- **Task details**
Report each line from the listing that the string "these" appears in.

- **Input for this task**
☆ ☆ ☆ ☆ ☆ ☆ ☆

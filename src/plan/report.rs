//! `[figures]`, `[[compare]]` and a run's `[run.conditions]`: raw keys and
//! their resolution.
//!
//! Owns: the keys of those sections, their checks (errors name the key and
//! the offending value) and the resolved `plot::Params`, `Conditions` and
//! `ComparePlan`. All values are SI: velocities in m/s, lengths in m,
//! viscosity in m²/s, frequency in Hz, stations in m.
//!
//! A `[run.conditions]` table may hold free keys besides the known ones
//! (`velocity`, `length`, `viscosity`, `frequency`); numeric ones become
//! columns of `campaign.csv`, text ones appear in the report. A free key
//! that is one or two letters away from a known key is rejected as a
//! probable typo ("did you mean").

use std::collections::BTreeMap;

use serde::{Deserialize, Serialize};

use super::ResolveCtx;
use crate::error::{Error, Result};
use crate::plot;

pub use crate::field::conditions::{Conditions, Extra};

/// `[figures]` as written.
#[derive(Debug, Clone, Default, Deserialize, Serialize, PartialEq)]
#[serde(deny_unknown_fields)]
pub struct RawFigures {
    /// Axes in x/L, y/L and values in u/U, ωL/U (needs the run's
    /// `velocity` and `length` conditions).
    pub nondimensional: Option<bool>,
    /// Draw every n-th vector of the overlay (default: about 24 across).
    pub vector_every: Option<usize>,
    /// Width of the PNG in pixels (default 1000; 600 to 4000).
    pub width: Option<u32>,
    /// Symmetric colour limit of vorticity maps in 1/s (default: the 99th
    /// percentile of |ω|).
    pub vorticity_limit: Option<f64>,
}

/// A run's flow conditions as written (SI).
#[derive(Debug, Clone, Default, Deserialize, Serialize, PartialEq)]
pub struct RawConditions {
    /// Reference velocity U (m/s).
    pub velocity: Option<f64>,
    /// Reference length L (m).
    pub length: Option<f64>,
    /// Kinematic viscosity ν (m²/s).
    pub viscosity: Option<f64>,
    /// Frequency of the periodic flow f (Hz); when absent it is estimated
    /// from the frames' phases and times.
    pub frequency: Option<f64>,
    /// Anything else the lab records (temperature, angle of attack…).
    #[serde(flatten)]
    pub extra: BTreeMap<String, toml::Value>,
}

/// One `[[compare]]` entry as written.
#[derive(Debug, Clone, Default, Deserialize, Serialize, PartialEq)]
#[serde(deny_unknown_fields)]
pub struct RawCompare {
    /// Heading in the report (default: the run ids joined by " vs ").
    pub title: Option<String>,
    /// Run ids; the difference map uses the first two.
    pub runs: Vec<String>,
    /// Ensemble column of the difference map (default "omega_mean").
    pub quantity: Option<String>,
    /// Ensemble column of the profiles (default "u_mean").
    pub profile: Option<String>,
    /// Profiles along vertical lines at these x (m).
    pub at_x: Option<Vec<f64>>,
    /// Profiles along horizontal lines at these y (m).
    pub at_y: Option<Vec<f64>>,
    /// Coverage factor k of bands and of the significance test (default 2).
    pub coverage: Option<f64>,
    /// Strongest-vortex region: |ω| above this fraction of its peak
    /// (default 0.2).
    pub vortex_threshold: Option<f64>,
    /// Station of the wake deficit (m; default the last column of the grid).
    pub wake_x: Option<f64>,
}

/// A resolved comparison.
#[derive(Debug, Clone, PartialEq, Serialize)]
pub struct ComparePlan {
    pub title: String,
    /// A folder name for its outputs: `OUT/compare/<slug>/`.
    pub slug: String,
    pub runs: Vec<String>,
    pub quantity: String,
    pub profile: String,
    /// Stations (m). Both empty: three vertical lines at 25, 50 and 75 % of
    /// the first run's x range.
    pub at_x: Vec<f64>,
    pub at_y: Vec<f64>,
    pub coverage: f64,
    pub vortex_threshold: f64,
    pub wake_x: Option<f64>,
    /// True for the comparison curlew adds by itself (no `[[compare]]`).
    pub automatic: bool,
}

const KNOWN_CONDITIONS: [&str; 4] = ["velocity", "length", "viscosity", "frequency"];

pub(crate) fn resolve_conditions(c: &RawConditions, ctx: &ResolveCtx) -> Result<Conditions> {
    let _ = ctx;
    let positive = |name: &str, v: Option<f64>| -> Result<Option<f64>> {
        match v {
            Some(x) if !(x.is_finite() && x > 0.0) => Err(Error::usage(format!(
                "[run.conditions] {name} = {x} must be a positive number (SI units)"
            ))),
            other => Ok(other),
        }
    };
    let mut extra = Vec::new();
    for (k, v) in &c.extra {
        if let Some(near) = KNOWN_CONDITIONS.iter().find(|n| edit_distance(k, n) <= 2) {
            return Err(Error::usage(format!(
                "[run.conditions] key '{k}' looks like a misspelling of '{near}'; \
                 rename it (free keys must not be this close to a known one)"
            )));
        }
        let e = match v {
            toml::Value::Integer(i) => Extra::Number(*i as f64),
            toml::Value::Float(f) => Extra::Number(*f),
            toml::Value::String(s) => Extra::Text(s.clone()),
            toml::Value::Boolean(b) => Extra::Text(b.to_string()),
            other => {
                return Err(Error::usage(format!(
                    "[run.conditions] {k} = {other} must be a number or a string"
                )))
            }
        };
        extra.push((k.clone(), e));
    }
    Ok(Conditions {
        velocity: positive("velocity", c.velocity)?,
        length: positive("length", c.length)?,
        viscosity: positive("viscosity", c.viscosity)?,
        frequency: positive("frequency", c.frequency)?,
        extra,
    })
}

/// Levenshtein distance (insertions, deletions, substitutions), for typo hints.
fn edit_distance(a: &str, b: &str) -> usize {
    let b: Vec<char> = b.chars().collect();
    let mut prev: Vec<usize> = (0..=b.len()).collect();
    for (i, ca) in a.chars().enumerate() {
        let mut cur = vec![i + 1];
        for (j, cb) in b.iter().enumerate() {
            let sub = prev[j] + usize::from(ca != *cb);
            cur.push(sub.min(prev[j + 1] + 1).min(cur[j] + 1));
        }
        prev = cur;
    }
    prev[b.len()]
}

/// A folder-safe name: lower-case letters, digits and '-'.
fn slugify(s: &str) -> String {
    let mut out = String::new();
    for ch in s.chars() {
        if ch.is_ascii_alphanumeric() {
            out.push(ch.to_ascii_lowercase());
        } else if !out.ends_with('-') && !out.is_empty() {
            out.push('-');
        }
    }
    let t = out.trim_end_matches('-').to_string();
    if t.is_empty() {
        "comparison".into()
    } else {
        t
    }
}

/// Resolves `[[compare]]`; `run_ids` are the pipeline's runs, in order.
///
/// Without any `[[compare]]` and with at least two runs, one automatic
/// comparison of the first two runs is planned (vorticity difference,
/// streamwise-velocity profiles at three stations, k = 2).
pub(crate) fn resolve_compare(c: &[RawCompare], run_ids: &[String]) -> Result<Vec<ComparePlan>> {
    if c.is_empty() {
        if run_ids.len() < 2 {
            return Ok(Vec::new());
        }
        let raw = RawCompare {
            runs: run_ids[..2].to_vec(),
            ..Default::default()
        };
        let mut p = resolve_one(&raw, run_ids, 0)?;
        p.automatic = true;
        return Ok(vec![p]);
    }
    let mut plans: Vec<ComparePlan> = Vec::new();
    for (n, raw) in c.iter().enumerate() {
        let mut p = resolve_one(raw, run_ids, n)?;
        let base = p.slug.clone();
        let mut k = 2;
        while plans.iter().any(|q| q.slug == p.slug) {
            p.slug = format!("{base}-{k}");
            k += 1;
        }
        plans.push(p);
    }
    Ok(plans)
}

fn resolve_one(raw: &RawCompare, run_ids: &[String], n: usize) -> Result<ComparePlan> {
    let at = format!("[[compare]] number {}", n + 1);
    if raw.runs.len() < 2 {
        return Err(Error::usage(format!(
            "{at}: runs = {:?} must name at least two runs",
            raw.runs
        )));
    }
    for r in &raw.runs {
        if !run_ids.contains(r) {
            return Err(Error::usage(format!(
                "{at}: runs names '{r}', which is not a run of the pipeline ({})",
                run_ids.join(", ")
            )));
        }
    }
    let coverage = raw.coverage.unwrap_or(2.0);
    if !(coverage.is_finite() && coverage > 0.0) {
        return Err(Error::usage(format!(
            "{at}: coverage = {coverage} must be a positive number"
        )));
    }
    let thr = raw.vortex_threshold.unwrap_or(0.2);
    if !(thr > 0.0 && thr < 1.0) {
        return Err(Error::usage(format!(
            "{at}: vortex_threshold = {thr} must lie strictly between 0 and 1"
        )));
    }
    for (key, vals) in [("at_x", &raw.at_x), ("at_y", &raw.at_y)] {
        if let Some(v) = vals
            .as_ref()
            .and_then(|v| v.iter().find(|x| !x.is_finite()))
        {
            return Err(Error::usage(format!("{at}: {key} holds {v}, not a number")));
        }
    }
    let title = raw.title.clone().unwrap_or_else(|| raw.runs.join(" vs "));
    Ok(ComparePlan {
        slug: slugify(&title),
        title,
        runs: raw.runs.clone(),
        quantity: raw.quantity.clone().unwrap_or_else(|| "omega_mean".into()),
        profile: raw.profile.clone().unwrap_or_else(|| "u_mean".into()),
        at_x: raw.at_x.clone().unwrap_or_default(),
        at_y: raw.at_y.clone().unwrap_or_default(),
        coverage,
        vortex_threshold: thr,
        wake_x: raw.wake_x,
        automatic: false,
    })
}

pub(crate) fn resolve_figures(f: &RawFigures, ctx: &ResolveCtx) -> Result<plot::Params> {
    let _ = ctx;
    let mut p = plot::Params::default();
    if let Some(n) = f.nondimensional {
        p.nondimensional = n;
    }
    if let Some(e) = f.vector_every {
        if e == 0 {
            return Err(Error::usage(
                "[figures] vector_every = 0 must be at least 1",
            ));
        }
        p.vector_every = Some(e);
    }
    if let Some(w) = f.width {
        if !(600..=4000).contains(&w) {
            return Err(Error::usage(format!(
                "[figures] width = {w} must lie between 600 and 4000 pixels"
            )));
        }
        p.width = w;
    }
    if let Some(l) = f.vorticity_limit {
        if !(l.is_finite() && l > 0.0) {
            return Err(Error::usage(format!(
                "[figures] vorticity_limit = {l} must be a positive number in 1/s"
            )));
        }
        p.vorticity_limit = Some(l);
    }
    Ok(p)
}

#[cfg(test)]
mod tests {
    use super::*;

    fn ctx() -> ResolveCtx {
        ResolveCtx {
            velocity_scale: 1.0,
            px_velocity: None,
            length_scale: 1.0,
        }
    }

    #[test]
    fn conditions_keep_free_keys_and_reject_near_misses() {
        let raw: RawConditions = toml::from_str(
            "velocity = 0.5\nlength = 0.02\nviscosity = 1e-6\ntemperature_c = 21\nfluid = \"water\"",
        )
        .unwrap();
        let c = resolve_conditions(&raw, &ctx()).unwrap();
        assert_eq!(c.velocity, Some(0.5));
        // Re = 0.5 * 0.02 / 1e-6 = 10000 (hand-computed).
        crate::testutil::assert_close(c.reynolds().unwrap(), 1.0e4, 0.0, 1e-12, "Re");
        // St = 2 Hz * 0.02 m / 0.5 m/s = 0.08 (hand-computed).
        crate::testutil::assert_close(c.strouhal(2.0).unwrap(), 0.08, 0.0, 1e-12, "St");
        assert_eq!(c.extra.len(), 2);
        assert!(c
            .extra
            .contains(&("temperature_c".into(), Extra::Number(21.0))));
        let typo: RawConditions = toml::from_str("viscocity = 1e-6").unwrap();
        let e = resolve_conditions(&typo, &ctx()).unwrap_err();
        assert!(e.message.contains("viscosity"), "{e}");
        let neg: RawConditions = toml::from_str("length = -1.0").unwrap();
        assert!(resolve_conditions(&neg, &ctx()).is_err());
    }

    #[test]
    fn compare_defaults_and_errors() {
        let ids = vec!["a".to_string(), "b".to_string(), "c".to_string()];
        let auto = resolve_compare(&[], &ids).unwrap();
        assert_eq!(auto.len(), 1);
        assert!(auto[0].automatic);
        assert_eq!(auto[0].runs, vec!["a", "b"]);
        assert_eq!(auto[0].slug, "a-vs-b");
        assert!(resolve_compare(&[], &ids[..1]).unwrap().is_empty());
        let bad = RawCompare {
            runs: vec!["a".into(), "zz".into()],
            ..Default::default()
        };
        let e = resolve_compare(&[bad], &ids).unwrap_err();
        assert!(e.message.contains("'zz'"), "{e}");
        let two = RawCompare {
            runs: vec!["a".into(), "c".into()],
            ..Default::default()
        };
        let p = resolve_compare(&[two.clone(), two], &ids).unwrap();
        assert_eq!(p[1].slug, "a-vs-c-2");
    }

    #[test]
    fn figures_keys_resolve_and_check() {
        let f = RawFigures {
            nondimensional: Some(true),
            width: Some(1200),
            ..Default::default()
        };
        let p = resolve_figures(&f, &ctx()).unwrap();
        assert!(p.nondimensional);
        assert_eq!(p.width, 1200);
        let f = RawFigures {
            width: Some(100),
            ..Default::default()
        };
        assert!(resolve_figures(&f, &ctx()).is_err());
    }
}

☆ ☆ ☆ ☆ ☆ ☆ ☆

- **Task response**
    /// Profiles along vertical lines at these x (m).
    /// Profiles along horizontal lines at these y (m).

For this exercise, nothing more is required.